One of my students told me that he burns a CD for all cases in the OR and sends
them up to the location every day, just in case the system goes down. The same
can be done on-demand for critical cases in the ICU in case PACS (or the
network) is down. Or, subsequently, one could burn CD’s in the ER for reading
at a stand-alone station in radiology.
6.
Have a dual source for the information. Many
hospitals used to have a separate web server that stored a copy of the images in
a web-accessible format that can be viewed from any PC in case the PACS is
down. Unfortunately, from a redundancy perspective, many of these web servers
have gone away as PACS systems have integrated those in their main archive. The
trend to have a separate VNA as an enterprise archive, however, gives back that
duplication.
7.
Have more than one access point. In addition to
having multiple sources of the information, having multiple access points is just
as important, such as the capability to look at images on PC’s, tablets, or
even a phone, not necessarily with the same quality but good enough for an emergency.
This is not unheard of, I know of a surgeon who takes a picture with his phone
from his view station and shares these with his surgical team on a regular basis.
8.
Reboot, re-initialize on a regular basis. In the
early days of Windows implementations there were quite a few hiccups and I
remember that we were able to reduce the downtime significantly by
auto-rebooting each computer automatically every night at midnight. Software is
sometimes funny; there can be “loose threads,” unclaimed or unreleased blocks
of memory, or multiple unnecessary background processes running that could
impact performance or reliability which is simply cleaned up by a reboot.
9.
Be aware of external factors. One of the most
common reasons for system downtime is people cutting through cables, or sharing
the wiring closets with plumbing. This is especially common when there are
multiple campuses, where there could be someone digging a hole somewhere and
impacting power or network availability. Even air-conditioning can bring a
system down. Just last week a major brand-new facility here in the north Dallas
metroplex had to shut down its server room as the A/C was down. And, for some
reason, architects like to position IT in the basement, which obviously is the
worst place for flooding and water breaks. Ideally it would be best to locate
them on the top floor of a building, but realistically that is in many cases
prime real estate.
10.
Constantly monitor your weak points and critical
components. When I visited a PACS SA room not too long ago, I saw a monitor on
one of the desktops that was scrolling a set of what looked like text strings.

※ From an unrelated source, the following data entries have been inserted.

// ccfAcc accumulates the CCF of every segment and, optionally, the
// photon-noise covariance of those CCFs. The CCF is linear in the pixel
// fluxes, CCF_s(v_k) = Σ_x J_skx F_x with J_skx = Σ_{l in s} w_l
// overlap_x,l(v_k), so
//
//	Cov(CCF_s(v_k), CCF_s'(v_k')) = Σ_x σ_x² J_skx J_s'k'x.
//
// One line reaches one pixel over a short run of grid steps (the pixel
// width plus the hole width, in steps), so the terms of one line with
// itself fill a band of the covariance, kept per segment; the terms
// between two lines that reach the same pixel are kept as those pixels'
// runs (shared), and summed into quadratic forms once the gradients are
// known (propagate).
type ccfAcc struct {
	nk, nseg int
	// w is the number of grid steps of a run (see walk); rows of val, vr
	// and band run past the grid by w, so that a run never needs cutting.
	w int
	// val and vr hold segment s's CCF and its per-bin variance at
	// [s*(nk+w) + k].
	val, vr []float64
	cov     bool
	// band[(s*(nk+w) + k)*w + j] is the covariance of bins k and k + j of
	// segment s from each line with itself; nil when w > maxBandW, where
	// every pixel is kept in shared instead.
	band []float64
	// The pixels reached by more than one line (by any line when band is
	// nil): their variance and the run of each line (values w_l
	// overlap_x,l(v_k), k = k0 …).
	shared []sharedPixel
	runs   []sharedRun
	vals   []float64
}

type sharedPixel struct {
	sig2        float64
	first, nrun int32
}

type sharedRun struct{ seg, k0, n, off int32 }

func newAcc(nk, nseg, w int, cov bool) *ccfAcc {
	rows := nseg * (nk + w)
	a := &ccfAcc{nk: nk, nseg: nseg, w: w, val: make([]float64, rows), vr: make([]float64, rows), cov: cov}
	if cov && w <= maxBandW {
		a.band = make([]float64, rows*w)
	}
	return a
}

// maxBandW is the longest run kept as a band: the band costs w²/2
// products per (line, pixel) pair, keeping the pixel's run and using it in
// the quadratic forms about 8w, so beyond this (pixels many grid steps
// wide) every pixel's runs are kept.
const maxBandW = 12

// keep appends a pixel of variance s2 whose runs (line index, first
// step, offset in tb) are rs; runs stop at the grid's end and, without a
// band, after their last non-zero value.
func (a *ccfAcc) keep(s2 float64, rs []pixRun, tb []float64, places []placement) {
	a.shared = append(a.shared, sharedPixel{sig2: s2, first: int32(len(a.runs)), nrun: int32(len(rs))})
	for _, r := range rs {
		n := min(a.w, a.nk-r.k0)
		if a.band == nil {
			for n > 0 && tb[r.off+n-1] == 0 {
				n--
			}
		}
		a.runs = append(a.runs, sharedRun{seg: places[r.line].seg, k0: int32(r.k0), n: int32(n), off: int32(len(a.vals))})
		a.vals = append(a.vals, tb[r.off:r.off+n]...)
	}
}

// pixRun is one line's run at one pixel: the line, the first step, and
// the values' offset in a scratch slice.
type pixRun struct{ line, k0, off int }

// add adds b's sums to a's (b's shared pixels after a's).
func (a *ccfAcc) add(b *ccfAcc) {
	for i := range a.val {
		a.val[i] += b.val[i]
		a.vr[i] += b.vr[i]
	}
	if !a.cov {
		return
	}
	if a.band != nil {
		for i, v := range b.band {
			a.band[i] += v
		}
	}
	nr, nv := int32(len(a.runs)), int32(len(a.vals))
	for _, sp := range b.shared {
		sp.first += nr
		a.shared = append(a.shared, sp)
	}
	for _, r := range b.runs {
		r.off += nv
		a.runs = append(a.runs, r)
	}
	a.vals = append(a.vals, b.vals...)
}

// run computes the CCF of every segment and their sum, and with cov the
// covariance propagate needs, in one walk over the pixels. The pixels are
// cut in two at the first pixel of the middle line; the halves are walked
// on two goroutines (one after the other when the plan is serial) into
// separate sums added in a fixed order, so the result does not depend on
// Serial.
func (p *ccfPlan) run(cov bool) *CCF {
	nv := len(p.dk)
	c := &CCF{Value: make([]float64, nv), Var: make([]float64, nv), Segments: make([]SegmentCCF, p.nseg), Lines: len(p.places), plan: p}
	wsum := make([]float64, p.nseg)
	for _, pl := range p.places {
		sg := &c.Segments[pl.seg]
		sg.Order = int(pl.order)
		sg.Lines++
		sg.Wavelength += pl.weight * pl.lambda
		wsum[pl.seg] += pl.weight
	}
	mid := p.places[len(p.places)/2]
	cut := p.orders[mid.order].offset + int(mid.start)
	var a, b *ccfAcc
	for {
		a, b = newAcc(nv, p.nseg, p.w, cov), newAcc(nv, p.nseg, p.w, cov)
		if cov && p.w <= maxBandW {
			// Room for the shared pixels: all in a, which b's join.
			n := p.nshared + p.nshared/8
			a.shared = make([]sharedPixel, 0, n)
			a.runs = make([]sharedRun, 0, 2*n)
			a.vals = make([]float64, 0, 2*n*p.w)
		}
		var needA, needB int
		if p.serial {
			needB = p.walkRange(b, cut, math.MaxInt)
			needA = p.walkRange(a, 0, cut)
		} else {
			var wg worker.Group
			wg.Go(func() { needB = p.walkRange(b, cut, math.MaxInt) })
			needA = p.walkRange(a, 0, cut)
			wg.Rethrow()
		}
		if needA == 0 && needB == 0 {
			break
		}
		// A pixel wider than the run length allowed for: start again
		// with longer runs.
		p.w = max(p.w+1, needA, needB)
	}
	a.add(b)
	if cov {
		p.cov = a
	}
	sv := nv + p.w
	for s := range c.Segments {
		sg := &c.Segments[s]
		sg.Wavelength /= wsum[s]
		sg.Value = a.val[s*sv : s*sv+nv : s*sv+nv]
		sg.Var = a.vr[s*sv : s*sv+nv : s*sv+nv]
		if a.band != nil {
			// The per-bin variance is the band's diagonal.
			for k := range sg.Var {
				sg.Var[k] = a.band[(s*sv+k)*p.w]
			}
		}
		for k := 0; k < nv; k++ {
			c.Value[k] += sg.Value[k]
			c.Var[k] += sg.Var[k]
		}
	}
	return c
}
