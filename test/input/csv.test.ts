// The quote-free fast path of src/input/csv.ts against Papa Parse (a registry CSV parser) on random texts.
import fc from 'fast-check';
import Papa from 'papaparse';
import { parseCsv } from '../../src/input/csv';
import { CutlineError } from '../../src/engine/errors';

function cells(text: string): string[][] {
  const t = parseCsv(text);
  const out = [t.header];
  for (let r = 0; r < t.rowCount; r++) out.push(t.header.map((_, c) => String(t.get(r, c))));
  return out;
}

describe('parseCsv', () => {
  test('fast path equals Papa Parse on quote-free texts (source: papaparse 5.7)', () => {
    const field = fc.stringMatching(/^[a-z0-9 .\-]{0,6}$/);
    fc.assert(
      fc.property(fc.integer({ min: 1, max: 5 }), fc.array(fc.array(field, { minLength: 5, maxLength: 5 }), { minLength: 1, maxLength: 20 }), fc.boolean(), (w, rows, crlf) => {
        const header = Array.from({ length: w }, (_, i) => `c${i}`);
        const body = rows.map((r) => r.slice(0, w));
        if (body.every((r) => r.every((c) => c.trim() === '')) && w === 1) return; // all-blank single column: ambiguous
        const eol = crlf ? '\r\n' : '\n';
        const text = [header, ...body].map((r) => r.join(',')).join(eol) + eol;
        const papa = Papa.parse<string[]>(text, { delimiter: ',', skipEmptyLines: false }).data;
        while (papa.length && papa[papa.length - 1].length === 1 && papa[papa.length - 1][0] === '') papa.pop();
        const ours = cells(text);
        // Papa keeps header cells untrimmed; ours are trimmed.
        expect(ours.slice(1).map((r) => r.join('\u0001'))).toEqual(
          papa.slice(1).map((r) => (r.length === 1 && w > 1 ? header.map(() => '') : r).join('\u0001')),
        );
      }),
      { numRuns: 200 },
    );
  });

  test('quoted fields go through Papa Parse', () => {
    const t = parseCsv('name,score\n"Oak, Street",61.5\n"say ""hi""",59\n');
    expect(t.rowCount).toBe(2);
    expect(t.get(0, 0)).toBe('Oak, Street');
    expect(t.get(1, 0)).toBe('say "hi"');
    expect(t.get(0, 1)).toBe('61.5');
  });

  test('semicolon files, BOM and CRLF', () => {
    const t = parseCsv('\ufeffa;b\r\n1;2\r\n3;4\r\n');
    expect(t.header).toEqual(['a', 'b']);
    expect([t.get(1, 0), t.get(1, 1)]).toEqual(['3', '4']);
  });

  test('errors', () => {
    expect(() => parseCsv('')).toThrow(CutlineError);
    expect(() => parseCsv('')).toThrow('is empty');
    expect(() => parseCsv('a,b\n')).toThrow('no data rows');
    expect(() => parseCsv('a,b\n1,2\n3\n')).toThrow('row 3: 1 field where the header has 2');
  });

  test('a blank line in the middle is a row of empty cells', () => {
    const t = parseCsv('a,b\n1,2\n\n3,4\n');
    expect(t.rowCount).toBe(3);
    expect([t.get(1, 0), t.get(1, 1)]).toEqual(['', '']);
  });
});
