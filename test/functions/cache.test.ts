// src/functions/cache.ts: the bounded cache drops the least recently used
// entry; the column hash is equal for equal columns and differs when any
// value, missing mark or the length changes.
import { BoundedCache, hashColumn } from '../../src/functions/cache';

test('bounded: the least recently used entry leaves first', () => {
  const c = new BoundedCache<string, number>(2);
  let made = 0;
  const make = (v: number) => () => (made++, v);
  c.get('a', make(1));
  c.get('b', make(2));
  expect(c.get('a', make(9))).toBe(1); // a is now the most recent
  c.get('c', make(3)); // b leaves
  expect(c.size).toBe(2);
  expect(c.peek('b')).toBeUndefined();
  expect(c.peek('a')).toBe(1);
  expect(made).toBe(3);
});

test('hash: equal columns in new arrays give the same key; any change of a value, a missing mark or the length another', () => {
  const v = Float64Array.from([1, 2.5, 0, 0, 7]);
  const m = Uint8Array.from([0, 0, 1, 1, 0]);
  const key = hashColumn(v, m);
  expect(hashColumn(v.slice(), m.slice())).toBe(key);
  const variants: Array<[number[], number[]]> = [
    [[1, 2.5000000000000004, 0, 0, 7], [0, 0, 1, 1, 0]],
    [[1, 2.5, 0, 0, 7], [0, 1, 0, 1, 0]],
    [[1, 2.5, 0, 0, 7], [0, 0, 1, 0, 0]],
    [[-0, 2.5, 0, 0, 7], [0, 0, 1, 1, 0]],
    [[1, 2.5, 0, 0], [0, 0, 1, 1]],
    [[2.5, 1, 0, 0, 7], [0, 0, 1, 1, 0]],
  ];
  const keys = variants.map(([a, b]) => hashColumn(Float64Array.from(a), Uint8Array.from(b)));
  expect(new Set([key, ...keys]).size).toBe(variants.length + 1);
  // A view into a larger buffer hashes its own values only.
  const big = Float64Array.from([9, 1, 2.5, 0, 0, 7, 9]);
  expect(hashColumn(big.subarray(1, 6), m)).toBe(key);
});

test('hash: 100,000 columns that differ in one value give 100,000 keys', () => {
  const v = Float64Array.from({ length: 50 }, (_, i) => i * 0.1);
  const m = new Uint8Array(50);
  const seen = new Set<string>();
  for (let k = 0; k < 100000; k++) {
    const j = k % 50;
    const old = v[j];
    v[j] = 1000 + k;
    seen.add(hashColumn(v, m));
    v[j] = old;
  }
  expect(seen.size).toBe(100000);
});
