// src/functions/call.ts: the shared reading of a call. Equal cells in new
// arrays (as Excel passes them at each recalculation) give the very same
// column arrays, so the engine's per-array memories hit; results are
// remembered by key; arguments are checked by name.
import { bandwidthArgument, cacheSizes, flagArgument, forgetAll, numberArgument, readRanges, remembered } from '../../src/functions/call';
import { RangeInputError } from '../../src/input/range';

const col = (...cells: unknown[]): unknown[][] => cells.map((c) => [c]);
const specs = (score: unknown[][], treated: unknown[][]) => [
  { argument: 'score', cells: score, position: 0 },
  { argument: 'treated', cells: treated, position: 1, binary: true },
];

beforeEach(() => forgetAll());

test('equal contents share one prepared column; cells that mean the same too', () => {
  const a = readRanges(specs(col('score', 1, 2, 3, ''), col(0, 1, 1, null)));
  const b = readRanges(specs(col(1, 2, 3), col(false, true, 'TRUE', '')));
  expect(b.cols[0].values).toBe(a.cols[0].values);
  expect(b.cols[1].values).toBe(a.cols[1].values);
  expect(b.key).toBe(a.key);
  expect(cacheSizes().columns).toBe(2);
  const c = readRanges(specs(col(1, 2, 4), col(0, 1, 1)));
  expect(c.cols[0].values).not.toBe(a.cols[0].values);
  expect(c.key).not.toBe(a.key);
});

test('a result is computed once per key', () => {
  let n = 0;
  expect(remembered('k', () => ++n)).toBe(1);
  expect(remembered('k', () => ++n)).toBe(1);
  expect(remembered('other', () => ++n)).toBe(2);
});

test('number, bandwidth and flag arguments', () => {
  expect(numberArgument('cutoff', 60)).toBe(60);
  expect(numberArgument('cutoff', ' 60 ')).toBe(60);
  expect(() => numberArgument('cutoff', null)).toThrow(new RangeInputError('cutoff must be a number; it is empty', 'cutoff'));
  expect(bandwidthArgument(null)).toBeUndefined();
  expect(bandwidthArgument(8)).toBe(8);
  expect(() => bandwidthArgument(0)).toThrow(/bandwidth must be a positive number; it is 0/);
  expect([flagArgument(null), flagArgument(true), flagArgument(0), flagArgument('true')]).toEqual([false, true, false, true]);
  expect(() => flagArgument('yes')).toThrow('detail must be TRUE or FALSE; it is "yes"');
});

Upon asking, he told me that these are his RIS feeds containing all the orders
for his PACS. He had no clue as to how to interpret the HL7 order messages, but
he knew that as soon as the screen would stop he had a problem, as orders are
not coming in anymore. As most of you know, in a typical size department, a one-hour
RIS downtime results in a full day of fix-ups at the PACS back-end so he was
very keen to monitor that data stream non-stop.
Being down does not have to result in panic. If proper
procedures and methods are in place everyone knows what to do and you have time
as an imaging and IT professional to fix he problem and get the system back up and
running. In addition, having the right infrastructure and architecture as well
as tools are essential. But system reliability is a factor, if your system is
down once a week you might want to look for another vendor.